CFMatch: Aligning Automated Answer Equivalence Evaluation with Expert Judgments For Open-Domain Question Answering
This addresses the problem of unreliable automated evaluation for researchers and practitioners in QA, offering a more efficient and aligned method, though it is incremental as it builds on existing classifier approaches.
The paper tackles the misalignment between automated answer equivalence evaluation and human judgments in open-domain question answering, particularly for verbose answers from large language models, by introducing CFMatch, a lightweight classifier-based matching method under 1 MB that improves evaluation accuracy according to expert rules.

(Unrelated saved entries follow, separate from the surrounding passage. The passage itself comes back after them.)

def test_touchstone_bad_input(run, tmp_path):
    path, _ = _noise_file(tmp_path)
    assert_one_line_error(run, "noise", "--touchstone", str(path), "-f", "700MHz",
                          prefix="freq: 700 MHz is not a noise")
    assert_one_line_error(run, "noise", "--touchstone", str(path), "--gamma-n", "1", prefix="gamma-n:")
    assert_one_line_error(run, "noise", str(AUDIO), "--touchstone", str(path), prefix="touchstone:")
    plain = tmp_path / "plain.s2p"
    plain.write_text("# Hz S RI R 50\n1e6 0.5 0 0.01 0 5 0 0.5 0\n2e6 0.5 0 0.01 0 5 0 0.5 0\n")
    assert_one_line_error(run, "noise", "--touchstone", str(plain), prefix="touchstone:", match="no noise block")


# --- tables, help ----------------------------------------------------------------------------
def test_table(run):
    code, out, err = run("noise", str(AUDIO), "--rs", "2k", "-f", "1kHz", "-f", "10MHz")
    assert code == 0 and err == ""
    for text in ("NF at Rs", "NFmin", "Rn", "Zopt", "290 K", "1 kHz", "10 MHz", "en", "in"):
        assert text in out
    assert not NAN_INF.search(out)


def test_table_shows_missing_values_in_words(run):
    code, out, _ = run("noise", "--device", "nmos", "--id", "2mA", "--vds", "2", "--vov", "0.2", "--rs", "1k")
    assert code == 0 and "open" in out and not NAN_INF.search(out)


def test_help(run):
    code, out, _ = run("noise", "--help")
    assert code == 0
    text = " ".join(out.split())
    for unit in ("290 K", "HZ", "OHM", "Hz", "ohm"):
        assert unit in text
    assert "<bool>" not in out and "BOOLEAN" not in out


# --- bad input -------------------------------------------------------------------------------
BASE = [str(AUDIO), "-f", "1kHz"]
BAD = ["", "0", "-1", "1e308", "1e-308", "nan", "inf", "1,2=x;", "5V", "5A"]


def _noise_options():
    cmd = typer.main.get_command(app).commands["noise"]
    for p in cmd.params:
        if getattr(p, "is_flag", False) or not p.opts or not p.opts[0].startswith("--") or p.opts[0] == "--help":
            continue
        yield p.opts[0]


@pytest.mark.parametrize("opt", list(_noise_options()))
def test_bad_values_of_every_option(opt, capsys, tmp_path, monkeypatch):
    # the rule of tests/test_cli_badinput.py, for this command: exit 2 with one error line, or a clean run
    monkeypatch.chdir(tmp_path)
    fet = opt in ("--id", "--vds", "--vov", "--kn", "--lambda", "--gamma", "--vsb", "--two-phi-f", "--cgs", "--cgd",
                  "--csb", "--cdb", "--rg", "--idss", "--vp", "--gamma-n")
    base = [str(EXAMPLES / "fet" / "nmos_lna_input.toml"), "-f", "1MHz"] if fet else list(BASE)
    for value in BAD:
        args = ["noise", *base, opt, value]
        code = main(args)
        out, err = capsys.readouterr()
        check_error_rule(args, code, out, err)


@pytest.mark.parametrize("args,prefix", [
    (["--rs", "-5"], "rs: expected a passive impedance"),
    (["--rs", "0"], "rs: expected a source impedance with real part > 0"),
    (["--rs", "j50"], "rs: expected a source impedance with real part > 0"),
    (["--rs", "open"], "rs: an open source"),
    (["--z0", "50,75"], "z0: noise takes one reference resistance"),
    (["--gamma-n", "1"], "gamma-n: a FET option"),
    (["--gamma-n", "0"], "gamma-n:"),
    (["--flicker-corner", "-1"], "flicker-corner: expected a value >= 0 Hz"),
    (["--flicker-corner", "1k", "-f", "0"], "freq: 1/f noise"),
    (["-c", "cs"], "config:"),
    (["-c", "xx"], "config:"),
    (["-f", "-1"], "freq:"),
])
def test_bad_input_names_the_value(run, args, prefix):
    assert_one_line_error(run, "noise", str(AUDIO), *args, prefix=prefix)


def test_missing_bias_point(run):
    assert_one_line_error(run, "noise", prefix="bias point: missing")


# --- --ic-sweep: the collector current of least noise --------------------------------------------

SWEEP_BIAS = ["--beta", "120", "--rb", "40", "--va", "60V", "--temp", "300K"]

Question answering (QA) can only make progress if we know if an answer is correct, but for many of the most challenging and interesting QA examples, current evaluation metrics to determine answer equivalence (AE) often do not align with human judgments, particularly more verbose, free-form answers from large language models (LLM). There are two challenges: a lack of data and that models are too big: LLM-based scorers can correlate better with human judges, but this task has only been tested on limited QA datasets, and even when available, update of the model is limited because LLMs are large and often expensive. We rectify both of these issues by providing clear and consistent guidelines for evaluating AE in machine QA adopted from professional human QA contests. We also introduce a combination of standard evaluation and a more efficient, robust, and lightweight discriminate AE classifier-based matching method (CFMatch, smaller than 1 MB), trained and validated to more accurately evaluate answer correctness in accordance with adopted expert AE rules that are more aligned with human judgments.